PyUnicode_FromFormat supports %x (lowercase hex) but not %X (uppercase hex), can it be added?
I asked on core-mentorship why it isn’t included yet and @encukou answered:
I assume it just wasn’t necessary so far?
And I guess having only %x means the messages are more consistent. There
could be a note in the %X docs saying that %x is preferred.
@vstinner, who refactored PyUnicode_FromFormat into its current form, answered:
The PyUnicode_FromFormat() function doesn’t have to be feature
complete: it doesn’t replace a very generic libc printf() function. It
was written to ease writing C extensions for Python.
There is no %X format simply because nobody needed this format, or
developers found other ways to create such strings, without
PyUnicode_FromFormat().
Yup, guess it boils down to “if you need it for a feature, add it” :)
The reason to add it is that one feature, rather than “many cases where it would be useful” – if those cases don’t actually end up in CPython, %X would just be maintenance burden.
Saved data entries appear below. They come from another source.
import fc from 'fast-check';
import ICAL from 'ical.js';
import { describe, expect, it } from 'vitest';
import { addDays, addMonths } from '@/lib/calendar';
import { planHome } from '@/lib/care';
import { computedWork, previewOwnRule } from '@/lib/care/own-preview';
import { readSimple, ruleInWords, type SimpleRule, simpleRule, tidyRule } from '@/lib/care/own-rule';
import { withSafeDay } from '@/lib/care/rule-build';
import { expandRule } from '@/lib/care/rule-expand';
import { previewRule, restartFault } from '@/lib/care/rule-preview';
import { type OwnRule } from '@/lib/care/types';
import { keysOf, workKinds } from '@/lib/schemas/vocabulary';
import { anyCareHome, careHome, careRecord } from '@/tests/fixtures/care-home';

const today = '2026-12-01';
const simple: fc.Arbitrary<SimpleRule> = fc.oneof(
  fc.record({ every: fc.integer({ min: 1, max: 30 }), unit: fc.constant('years' as const), months: fc.subarray([1, 2, 3, 4, 5, 6, 7, 8, 9, 10, 11, 12]) }),
  fc.record({ every: fc.integer({ min: 1, max: 360 }), unit: fc.constant('months' as const), months: fc.constant<number[]>([]) }),
);
const anyStart = fc.integer({ min: -9000, max: 4000 }).map((n) => addDays(today, n));
const faultOf = (rule: string, startOn = today) => {
  const shown = previewRule(rule, startOn, today);
  return shown.ok ? null : shown.error;
};

describe('the words of a rule', () => {
  it.each([
    ['FREQ=YEARLY;INTERVAL=3;BYMONTH=5,9;BYMONTHDAY=15', 'every 3 years, on May 15 and September 15'],
    ['FREQ=YEARLY;BYMONTH=4,7,10;BYMONTHDAY=15', 'every year, on April 15, July 15 and October 15'],
    ['FREQ=YEARLY;INTERVAL=5', 'every 5 years, counted from the start'],
    ['FREQ=MONTHLY;INTERVAL=62', 'every 62 months (5 years 2 months), counted from the start'],
    ['FREQ=MONTHLY;INTERVAL=6', 'every 6 months, counted from the start'],
    ['FREQ=MONTHLY;INTERVAL=60;BYMONTHDAY=28,29,30,31;BYSETPOS=-1', 'every 60 months (5 years), counted from the start'],
    [' rrule:freq=yearly;bymonth=5;byday=1mo ', 'as written: FREQ=YEARLY;BYMONTH=5;BYDAY=1MO'],
    ['FREQ=YEARLY;BYMONTH=5;BYMONTHDAY=15;COUNT=3', 'as written: FREQ=YEARLY;BYMONTH=5;BYMONTHDAY=15;COUNT=3'],
    ['FREQ=MONTHLY;BYMONTHDAY=31', 'as written: FREQ=MONTHLY;BYMONTHDAY=31'],
  ])('%s', (rule, words) => expect(ruleInWords(rule)).toBe(words));

  it('gives the answers back that a rule was made of', () => {
    fc.assert(
      fc.property(simple, (answers) => {
        expect(readSimple(simpleRule(answers))).toEqual(answers);
      }),
    );
  });

  it('keeps a written rule without blanks, small letters and prefix', () => expect(tidyRule(' RRULE:freq=yearly;bymonth=5 ')).toBe('FREQ=YEARLY;BYMONTH=5'));
});

describe('what is refused', () => {
  it.each([
    ['FREQ=DAILY;BYMONTH=2;BYMONTHDAY=29;BYDAY=MO', 'FREQ=DAILY is too often'],
    ['FREQ=WEEKLY;INTERVAL=52', 'Use FREQ=YEARLY or FREQ=MONTHLY'],
    ['FREQ=HOURLY;INTERVAL=9000', 'FREQ=HOURLY is too often'],
    ['FREQ=MONTHLY;BYMONTHDAY=1,15', 'on December 1, 2026 and again on December 15, 2026'],
    ['FREQ=YEARLY;BYYEARDAY=1,-1', 'on December 31, 2026 and again on January 1, 2027'],
    ['FREQ=YEARLY;BYDAY=MO', 'more often than once a month'],
    ['FREQ=MONTHLY;INTERVAL=12;BYMONTH=5', 'no day in the next 100 years'],
    ['FREQ=YEARLY;BYMONTH=1;BYYEARDAY=366', 'no day in the next 100 years'],
    ['FREQ=YEARLY;BYMONTH=6;BYMONTHDAY=31', 'None of these months has such a day'],
    ['FREQ=YEARLY;BYMONTH=13', 'BYMONTH=13'],
    ['every spring', 'should be a name and a value'],
  ])('%s', (rule, words) => expect(faultOf(rule)).toContain(words));

  it('a rule that has ended, with its last day', () => {
    expect(faultOf('FREQ=YEARLY;BYMONTH=6;BYMONTHDAY=15;COUNT=3', '2022-01-01')).toBe('This rule has no day left: its last one was June 15, 2024.');
    expect(faultOf('FREQ=YEARLY;BYMONTH=6;BYMONTHDAY=15;UNTIL=20261130', '2022-01-01')).toBe('This rule has no day left: its last one was June 15, 2026.');
    expect(faultOf('FREQ=YEARLY;BYMONTH=6;BYMONTHDAY=15;UNTIL=20270615', '2022-01-01')).toBeNull();
  });

  it('a start more than fifty years away', () => {
    expect(previewRule('FREQ=YEARLY', '1976-01-01', today).ok).toBe(true);
    expect(previewRule('FREQ=YEARLY', '1975-12-31', today)).toMatchObject({ ok: false, about: 'startOn' });
    expect(previewRule('FREQ=YEARLY', '2077-01-01', today)).toMatchObject({ ok: false, about: 'startOn' });
  });

  it('a rule for films that the next logged work would leave without a day', () => {
    expect(faultOf('FREQ=MONTHLY;INTERVAL=12;BYMONTH=5', '2027-05-01')).toBeNull();
    expect(restartFault('FREQ=MONTHLY;INTERVAL=12;BYMONTH=5', today)?.error).toContain('would fall on no day again');
    // February 29 every second year: from an odd year on never a leap year.
    expect(restartFault('FREQ=YEARLY;INTERVAL=2;BYMONTH=2;BYMONTHDAY=29', today)?.error).toContain('started in February 2029 it');
    expect(restartFault('FREQ=YEARLY;INTERVAL=3;BYMONTH=2;BYMONTHDAY=29', today)).toBeNull();
    expect(previewOwnRule(careHome(), { wallId: 'w1', kind: 'restain', rule: 'FREQ=MONTHLY;INTERVAL=12;BYMONTH=5', startOn: '2027-05-01' }, today).ok).toBe(false);
    expect(previewOwnRule(careHome(), { wallId: 'w1', kind: 'wash', rule: 'FREQ=MONTHLY;INTERVAL=12;BYMONTH=5', startOn: '2027-05-01' }, today).ok).toBe(true);
  });
});

describe('the days of a rule, against ical.js', () => {
  it('are the next eight of any simple rule', () => {
    fc.assert(
      fc.property(simple, anyStart, (answers, startOn) => {
        // ical.js has its own reading of BYMONTHDAY without BYMONTH in yearly rules; from the 28th on the plan writes such days out.
        fc.pre(Number(startOn.slice(8)) <= 28);
        const walk = ICAL.Recur.fromString(simpleRule(answers)).iterator(ICAL.Time.fromDateString(startOn));
        const through = addMonths(startOn > today ? startOn : today, 1200);
        const days: string[] = [];
        for (let at = walk.next(); at && days.length < 8 && at.toString() <= through; at = walk.next()) if (at.toString() >= today && at.toString() >= startOn) days.push(at.toString());
        const shown = previewRule(simpleRule(answers), startOn, today);
        expect(shown.ok ? shown.days : []).toEqual(days);
      }),
    );
  });
});

describe('what an owner is shown', () => {
  const own = (rule: string, kind: OwnRule['kind'] = 'restain', startOn = '2026-01-01'): OwnRule => ({ wallId: 'w1', kind, rule, startOn });
  const shown = (rule: OwnRule, records = [careRecord('restain', '2024-06-10')]) => {
    const preview = previewOwnRule(careHome({ records }), rule, today);
    if (!preview.ok) throw new Error(preview.error);
    return preview;
  };

  it('the window that each day gets: in a season of May to September, at most 60 days past the day', () => {
    const { days, words } = shown(own('FREQ=YEARLY;INTERVAL=3;BYMONTH=6;BYMONTHDAY=15', 'restain', '2029-01-01'));
    expect(words).toBe('every 3 years, on June 15');
    expect(days.slice(0, 2)).toEqual([
      { dueOn: '2029-06-15', opensOn: '2029-05-01', closesOn: '2029-08-14' },
      { dueOn: '2032-06-15', opensOn: '2032-05-01', closesOn: '2032-08-14' },
    ]);
  });

  it('the whole month for a wash', () => {
    expect(shown(own('FREQ=YEARLY;BYMONTH=6;BYMONTHDAY=15', 'wash', '2027-01-01')).days[0]).toEqual({ dueOn: '2027-06-15', opensOn: '2027-06-01', closesOn: '2027-06-30' });
  });

  it('a day that has passed without the work comes first, with the coming season', () => {
    const { days, missedOn } = shown(own('FREQ=YEARLY;BYMONTH=6;BYMONTHDAY=15'), []);
    expect(days.slice(0, 2)).toEqual([
      { dueOn: '2026-06-15', opensOn: '2027-05-01', closesOn: '2027-09-30' },
      { dueOn: '2027-06-15', opensOn: '2027-05-01', closesOn: '2027-08-14' },
    ]);
    expect(missedOn).toBe('2026-08-14');
  });

  it('counts from the latest work when that is later than the start', () => {
    expect(shown(own('FREQ=MONTHLY;INTERVAL=60', 'restain', '2020-01-01'))).toMatchObject({ countedFrom: '2024-06-10', days: [{ dueOn: '2029-06-10' }, { dueOn: '2034-06-10' }, {}, {}, {}, {}, {}, {}] });
  });

  it('months past the life of the coat, for a restain only', () => {
    const life = planHome(careHome({ records: [careRecord('restain', '2024-06-10')] }), today).walls[0]?.coat.lifeMonths ?? 0;
    expect(shown(own(`FREQ=MONTHLY;INTERVAL=${life}`)).pastLife).toBeNull();
    expect(shown(own(`FREQ=MONTHLY;INTERVAL=${life + 7}`)).pastLife).toMatchObject({ months: 7, lifeMonths: life });
    expect(shown(own(`FREQ=MONTHLY;INTERVAL=${life + 7}`, 'recaulk')).pastLife).toBeNull();
    // 14 dollars a square metre by the example prices, 25.08 m².
    expect(shown(own('FREQ=MONTHLY;INTERVAL=240')).pastLife?.stripCents).toBe(35112);
  });

  it('why a rule leaves nothing to do', () => {
    const wash = (rule: string, startOn: string, records = [careRecord('wash', '2026-12-01')]) => previewOwnRule(careHome({ records }), own(rule, 'wash', startOn), today);
    expect(wash('FREQ=YEARLY;INTERVAL=70', '2020-12-01')).toMatchObject({ ok: false, error: 'The next day of this rule is December 1, 2090: that is too far ahead to plan for.' });
    expect(wash('FREQ=YEARLY;COUNT=1', '2026-12-20')).toMatchObject({ ok: false, error: 'This rule has no day left: the work of its last one is done.' });
    expect(wash('FREQ=YEARLY;COUNT=1', '2026-12-20', [])).toMatchObject({ ok: true, days: [{ dueOn: '2026-12-20' }] });
    expect(previewOwnRule(careHome({ records: [careRecord('restain', '2026-08-01')] }), own('FREQ=YEARLY;BYMONTH=8;BYMONTHDAY=15;UNTIL=20260930'), '2026-08-02')).toMatchObject({ ok: false, error: 'This rule has no day left: the work of its last one is done.' });
  });

  it('what the computed rule says stays the same', () => {
    const home = careHome({ records: [careRecord('restain', '2024-06-10')] });
    const item = planHome(home, today).walls[0]?.items.find(({ kind }) => kind === 'restain');
    expect(computedWork({ ...home, ownRules: [own('FREQ=YEARLY')] }, { wallId: 'w1', kind: 'restain' }, today)).toEqual(item);
  });
});

const written = fc.oneof(
  simple.map(simpleRule),
  fc.tuple(simple.map(simpleRule), fc.constantFrom(';COUNT=2', ';COUNT=9', ';UNTIL=20270101', ';UNTIL=20450630')).map((parts) => parts.join('')),
  fc.constantFrom('FREQ=YEARLY;BYMONTH=5;BYDAY=1MO', 'FREQ=MONTHLY;BYDAY=5MO', 'FREQ=MONTHLY;INTERVAL=2;BYMONTHDAY=-1', 'FREQ=YEARLY;BYYEARDAY=100,200', 'FREQ=YEARLY;BYWEEKNO=20;BYDAY=TU', 'FREQ=YEARLY;INTERVAL=70', 'FREQ=MONTHLY;INTERVAL=12;BYMONTH=5', 'FREQ=YEARLY;BYMONTH=2;BYMONTHDAY=29'),
);

describe('a rule that is accepted', () => {
  it('gives the plan a piece of work on one of its days, the first one shown', () => {
    let accepted = 0;
    fc.assert(
      fc.property(anyCareHome, written, anyStart, fc.constantFrom(...keysOf(workKinds)), (home, rule, startOn, kind) => {
        const own = { wallId: 'w1', kind, rule, startOn };
        const preview = previewOwnRule(home, own, today);
        if (!preview.ok) return;
        accepted += 1;
        const item = planHome({ ...home, ownRules: [own] }, today).walls[0]?.items.find((one) => one.kind === kind);
        const from = item?.startOn ?? '';
        expect(item?.dueOn).toBe(preview.days[0]?.dueOn);
        expect(expandRule(withSafeDay(rule, from), from, item?.dueOn ?? '', item?.dueOn ?? '')).toEqual([item?.dueOn]);
        expect(preview.days.map(({ dueOn }) => dueOn)).toEqual(preview.days.map(({ dueOn }) => dueOn).toSorted());
      }),
    );
    expect(accepted).toBeGreaterThan(20);
  });
});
Could you say more about your plans around Unicode code points?
Sure!
Unicode has names for ranges of characters called blocks. For example the first block is “Basic Latin” U+0000..U+007F. I’d like to add them to unicodedata, this has already been proposed in Add block info to unicodedata · Issue #66802 · python/cpython · GitHub in 2014 and it seems like it would be accepted. That issue is actually what motivated me to start contributing.